I have a hadoop cluster of 15 nodes ( 1 master & 14 slaves) with HDFS having a replication factor of 3. I have ran TeraSort in YARN for 10GB with the following command:
yarn jar ./share/hadoop/mapreduce/hadoop-mapreduce-examples-2.6.0.jar terasort /terasort-input /terasort-output
After I have done it with 14 functional nodes I have started to decomission one node at a time and run TeraSort again to see how the time of execution changes.

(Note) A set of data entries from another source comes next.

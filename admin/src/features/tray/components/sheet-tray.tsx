import { Sheet } from '@ellwand/shared/records/sheet';
import { useQuery } from '@tanstack/react-query';
import { Link } from 'react-router-dom';
import { Button } from '../../../components/ui/button.js';
import { paths } from '../../../config/paths.js';
import { useSession } from '../../../lib/session.js';
import { useOffline } from '../../../offline/context.js';
import type { Operation } from '../../../offline/operation.js';
import { referenceKeys } from '../../../offline/reference.js';
import { operationWords } from '../tray-words.js';

interface OfSheet {
  readonly sheetId: string;
  readonly operations: readonly Operation[];
  readonly unkept: ReadonlySet<string>;
}

/** All that waits of one sheet, in the order in which it was keyed. */
export function SheetTray({ sheetId, operations, unkept }: OfSheet) {
  const name = useSheetName(sheetId);
  return (
    <section aria-labelledby={`tray-${sheetId}`}>
      <h2 id={`tray-${sheetId}`} className="title text-title-25">
        <Link to={paths.sheet(sheetId)} className="underline underline-offset-4">
          {name}
        </Link>
      </h2>
      <ul className="mt-2 divide-y divide-hair border-y border-hair">
        {operations.map((operation) => (
          <Waiting key={operation.id} operation={operation} kept={!unkept.has(operation.id)} />
        ))}
      </ul>
    </section>
  );
}

/** The sheet's garment and part as this device knows them. */
function useSheetName(sheetId: string): string {
  const { reference } = useOffline();
  const known = useQuery({
    queryKey: ['tray-sheet', sheetId],
    queryFn: async () => (await reference.find(referenceKeys.sheet(sheetId), Sheet))?.value ?? null,
  });
  if (!known.data) return 'A sheet of this device';
  const { garment } = known.data;
  return `${garment.partName}, ${garment.ownNumber}${garment.partSuffix}`;
}

function Waiting({ operation, kept }: { readonly operation: Operation; readonly kept: boolean }) {
  return (
    <li className="flex flex-wrap items-center gap-x-4 gap-y-2 py-2 text-table">
      <span className="figures min-w-0 grow basis-64">{operationWords(operation)}</span>
      <span className="basis-64 text-ink-2">
        <StateOf operation={operation} kept={kept} />
      </span>
      {operation.state === 'decision' && <Decide operation={operation} />}
    </li>
  );
}

function StateOf({ operation, kept }: { readonly operation: Operation; readonly kept: boolean }) {
  const { user } = useSession();
  if (operation.state === 'decision')
    return <span className="text-madder">Needs your decision: {operation.why}</span>;
  if (!kept) return <span className="text-madder">Not kept yet: leave this page open</span>;
  if (operation.by !== user.id) return `Waits until ${operation.byName || 'whoever keyed it'} signs in here`;
  return 'Kept on this tablet, waits to be sent';
}

/** A conflict is decided on the sheet, where both readings are seen; anything else is sent again or dropped here. */
function Decide({ operation }: { readonly operation: Operation }) {
  const { outbox } = useOffline();
  if (operation.standing)
    return (
      <Link to={paths.sheet(operation.sheetId)} className="text-indigo underline underline-offset-4">
        Compare both readings
      </Link>
    );
  const again = (): Operation => ({ ...operation, state: 'waiting', why: undefined });
  return (
    <span className="flex gap-2">
      <Button onClick={() => void outbox.decide(operation.id, again())}>Send it again</Button>
      <Button tone="danger" onClick={() => void outbox.decide(operation.id)}>
        Drop it
      </Button>
    </span>
  );
}
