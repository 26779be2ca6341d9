import { newFirstToken } from '../src/auth/first-administrator.service';
import { Work } from '../src/common/work';
import { type House, openHouse } from './harness/house';

const address = '/api/v1/first-administrator';
const person = {
  email: 'tamsin.hale@larkmoor.example',
  name: 'Tamsin Hale',
  password: 'oyster thimble lantern',
};

describe('the first administrator of an empty house', () => {
  let house: House;
  beforeAll(async () => {
    house = await openHouse();
  });
  afterAll(() => house.close());
  afterEach(() => house.empty());

  const newToken = () => house.app.get(Work).run((tx) => newFirstToken(tx, house.clock.now()));
  const enter = (token: string | undefined) =>
    house
      .visitor()
      .post(address)
      .send({ ...person, token });

  it('comes in by the address that was printed, and may invite', async () => {
    const agent = house.visitor();
    const answer = await agent.post(address).send({ ...person, token: await newToken() });
    expect(answer.status).toBe(200);
    expect(answer.body.user).toMatchObject({ roles: ['administrator'] });
    expect((await agent.get('/api/v1/workroom/users')).body.total).toBe(1);
  });

  it('is one, though two requests come at once', async () => {
    const token = await newToken();
    const statuses = (await Promise.all([enter(token), enter(token)])).map(({ status }) => status);
    expect(statuses.sort()).toEqual([200, 404]);
  });

  it('comes in only by the latest address, within the week', async () => {
    const first = await newToken();
    const second = await newToken();
    expect((await enter(first)).body.code).toBe('invitation.unknown');
    house.clock.advance({ days: 8 });
    expect((await enter(second)).body.code).toBe('invitation.unknown');
  });

  it('cannot be made where somebody works already', async () => {
    const token = await newToken();
    await house.person('recorder');
    expect((await enter(token)).status).toBe(404);
    expect(await newToken()).toBeUndefined();
  });

  it('has a link that no invitation’s door opens to', async () => {
    const token = await newToken();
    expect((await house.visitor().post('/api/v1/invitations/look-up').send({ token })).status).toBe(404);
  });
});
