import { clamp, ease } from './numbers';
import type { Projection } from './camera';
import type { Film } from './film';
import type { Seen } from './normals';

/** A grey board behind the garment: it stands on it, or hangs a little before it, or fills the picture. */
export type Backdrop = 'floor' | 'wall' | 'none';

/** How much light falls on the board at a pixel, by the garment's own shadow: 1 is open. */
export type BoardLight = (x: number, y: number) => number;

function blurOnce(
  from: Float32Array,
  width: number,
  height: number,
  r: number,
  alongRows: boolean,
): Float32Array {
  const out = new Float32Array(from.length);
  const [lines, length, step, jump] = alongRows ? [height, width, 1, width] : [width, height, width, 1];
  for (let l = 0; l < lines; l++) {
    const start = l * jump;
    const at = (i: number): number => from[start + clamp(i, 0, length - 1) * step]!;
    let sum = 0;
    for (let i = -r; i <= r; i++) sum += at(i);
    for (let i = 0; i < length; i++) {
      out[start + i * step] = sum / (2 * r + 1);
      sum += at(i + r + 1) - at(i - r);
    }
  }
  return out;
}

/** Three box blurs each way, close to a Gaussian. */
function soften(map: Float32Array, width: number, height: number, r: number): Float32Array {
  let out = map;
  for (let i = 0; i < 3; i++) out = blurOnce(blurOnce(out, width, height, r, true), width, height, r, false);
  return out;
}

function between(map: Float32Array, width: number, height: number, x: number, y: number): number {
  const cx = clamp(x, 0, width - 1.01);
  const cy = clamp(y, 0, height - 1.01);
  const i = cx | 0;
  const j = cy | 0;
  const f = cx - i;
  const g = cy - j;
  const k = j * width + i;
  return (
    (map[k]! * (1 - f) + map[k + 1]! * f) * (1 - g) +
    (map[k + width]! * (1 - f) + map[k + width + 1]! * f) * g
  );
}

const GROUND = 384;

/** The garment's stand on the floor, filled from its first to its last point in each row. */
function standing(seen: readonly Seen[], reach: number, height: number): Float32Array {
  const map = new Float32Array(GROUND * GROUND);
  for (const { sheet, place } of seen) {
    if (!sheet.casts) continue;
    for (let k = 0; k < place.length; k += 3) {
      const y = place[k + 1]!;
      if (y > height * 2.5 || sheet.cut[k / 3]) continue;
      const gx = (((place[k]! + reach) / (2 * reach)) * GROUND) | 0;
      const gz = (((place[k + 2]! + reach) / (2 * reach)) * GROUND) | 0;
      if (gx < 0 || gz < 0 || gx >= GROUND || gz >= GROUND) continue;
      const weight = Math.exp(-Math.max(0, y) / height);
      const cell = gz * GROUND + gx;
      if (map[cell]! < weight) map[cell] = weight;
    }
  }
  for (let row = 0; row < GROUND; row++) {
    const cells = map.subarray(row * GROUND, (row + 1) * GROUND);
    const first = cells.findIndex((cell) => cell > 0.2);
    if (first < 0) continue;
    for (let x = first; x <= cells.findLastIndex((cell) => cell > 0.2); x++)
      cells[x] = Math.max(cells[x]!, 0.85);
  }
  return map;
}

/** Three shadows on the floor: one tight under the hem, one of the skirt, one of the whole garment. */
export function floorLight(
  seen: readonly Seen[],
  view: Projection,
  lookAt: readonly [number, number],
  span: number,
): BoardLight {
  const scale = span / 168;
  const reach = 170 * scale;
  const cell = GROUND / (2 * reach);
  const layers = (
    [
      [3, 3, 0.42],
      [14, 9, 0.3],
      [60, 26, 0.34],
    ] as const
  ).map(([height, blur, weight]) => ({
    weight,
    map: soften(
      standing(seen, reach, height * scale),
      GROUND,
      GROUND,
      Math.max(1, Math.round(blur * scale * cell)),
    ),
  }));
  return (px, py) => {
    const up = (view.height / 2 - py) / view.pxPerCm;
    const z = (-lookAt[1] * view.cosPitch - up) / view.sinPitch;
    const onFloor = ease(-230 * scale, -60 * scale, z);
    if (onFloor <= 0) return 1;
    const x = (px - view.width / 2) / view.pxPerCm + lookAt[0];
    let shadow = 0;
    for (const { weight, map } of layers)
      shadow += weight * between(map, GROUND, GROUND, (x + reach) * cell, (z + reach) * cell);
    return 1 - clamp(shadow, 0, 0.92) * 0.8 * onFloor;
  };
}

/** A soft shadow down and to the right, as of a garment hung a hand's breadth before the board. */
export function wallLight(film: Film): BoardLight {
  const width = film.width >> 2;
  const height = film.height >> 2;
  const shape = new Float32Array(width * height);
  for (let y = 0; y < height; y++)
    for (let x = 0; x < width; x++)
      shape[y * width + x] = film.cloth[y * 4 * film.width + x * 4]! > 0 ? 1 : 0;
  const r = Math.max(1, Math.round(height * 0.016));
  const tight = soften(shape, width, height, r);
  const wide = soften(shape, width, height, r * 3);
  const dx = 0.026 * height;
  const dy = 0.03 * height;
  return (px, py) => {
    const x = px / 4;
    const y = py / 4;
    const shadow =
      0.55 * between(tight, width, height, x - dx, y - dy) +
      0.45 * between(wide, width, height, x - dx * 1.8, y - dy * 1.8);
    return 1 - 0.5 * shadow;
  };
}
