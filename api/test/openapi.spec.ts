import { doors } from './doors/doors';
import { type House, openHouse } from './harness/house';

interface Operation {
  readonly operationId: string;
  readonly responses: Readonly<Record<string, unknown>>;
  readonly parameters?: readonly { readonly name: string; readonly in: string }[];
  readonly 'x-entry': string;
}
interface Description {
  readonly openapi: string;
  readonly info: { readonly title: string; readonly version: string };
  readonly paths: Readonly<Record<string, Readonly<Record<string, Operation>>>>;
}

describe('the API’s description of itself', () => {
  let house: House;
  let description: Description;
  beforeAll(async () => {
    house = await openHouse();
    description = (await house.visitor().get('/api/openapi.json')).body as Description;
  });
  afterAll(() => house.close());

  const operations = () =>
    Object.entries(description.paths).flatMap(([address, path]) =>
      Object.entries(path).map(([method, operation]) => ({ method, address, operation })),
    );

  it('is OpenAPI 3.1, of this application', () => {
    expect(description.openapi).toBe('3.1.0');
    expect(description.info).toMatchObject({ title: 'Ellwand', version: '1' });
  });

  it('names every route of the API, and who may enter', () => {
    const described = operations().map(({ method, address, operation }) => [
      `${method.toUpperCase()} ${address.replaceAll(/\{(\w+)\}/g, ':$1')}`,
      operation['x-entry'],
    ]);
    const wanted = Object.entries(doors).filter(
      ([route]) => !/ \/(api\/(docs|openapi)|workroom|\{)/.test(route),
    );
    expect(described.sort()).toEqual(wanted.map(([route, door]) => [route, door]).sort());
  });

  it('points at nothing that is not there', () => {
    const text = JSON.stringify(description);
    const pointers = [...text.matchAll(/"\$ref":"#\/([^"]+)"/g)].map((match) => match[1] ?? '');
    expect(pointers.length).toBeGreaterThan(20);
    for (const pointer of pointers) {
      const found = pointer
        .split('/')
        .reduce<unknown>(
          (place, step) => (place as Record<string, unknown> | undefined)?.[step],
          description,
        );
      expect({ pointer, found: typeof found }).toEqual({ pointer, found: 'object' });
    }
  });

  it('describes each operation once, with its parameters, its answer and the form of its refusals', () => {
    const ids = operations().map(({ operation }) => operation.operationId);
    expect(new Set(ids).size).toBe(ids.length);
    for (const { address, operation } of operations()) {
      const inAddress = [...address.matchAll(/\{(\w+)\}/g)].map((match) => match[1]);
      const declared = (operation.parameters ?? [])
        .filter((each) => each.in === 'path')
        .map(({ name }) => name);
      expect({ address, declared: declared.sort() }).toEqual({ address, declared: inAddress.sort() });
      expect(Object.keys(operation.responses)).toContain('default');
      expect(Object.keys(operation.responses).some((status) => status.startsWith('2'))).toBe(true);
    }
  });

  it('is there for people as a page without scripts', async () => {
    const page = await house.visitor().get('/api/docs');
    expect(page.type).toBe('text/html');
    expect(page.text).toContain('/api/v1/workroom/garments/{id}/publish');
    expect(page.text).not.toMatch(/<script|style=/);
    expect((await house.visitor().get('/api/docs.css')).type).toBe('text/css');
  });
});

I have noticed that the time of execution does not actually change that much while I scale down and so I have similar execution times even at 7 slave nodes.
JobHistory recalls this values:
14 slaves: Elapsed: 32mins, 12sec ; Average Map Time: 4mins, 4sec; Average Shuffle Time: 14mins, 56sec; Average Merge Time: 3mins, 50sec; Average Reduce Time: 11mins, 35sec ;
11 slaves: Elapsed: 30mins, 6sec; Average Map Time*: 5mins, 2sec; Average Shuffle Time: 6mins, 9sec; Average Merge Time: 8mins, 52sec; Average Reduce Time: 11mins, 39sec;
8 slaves: Elapsed: 32mins, 15sec; Average Map Time: 4mins, 29sec; Average Shuffle Time: 13mins, 48sec; Average Merge Time: 4mins, 20sec; Average Reduce Time: 11mins, 11sec;
7 slaves: Elapsed: 30mins, 6sec; Average Map Time: 4mins, 28sec; Average Shuffle Time: 7mins, 26sec; Average Merge Time: 8mins, 26sec; Average Reduce Time: 11mins, 24sec;
Questions:
- Why do I almost have the same execution time for different number of worker nodes ?
- How can I take full advantage of the Hadoop cluster so that jobs run faster with 14 worker nodes than with 7 nodes?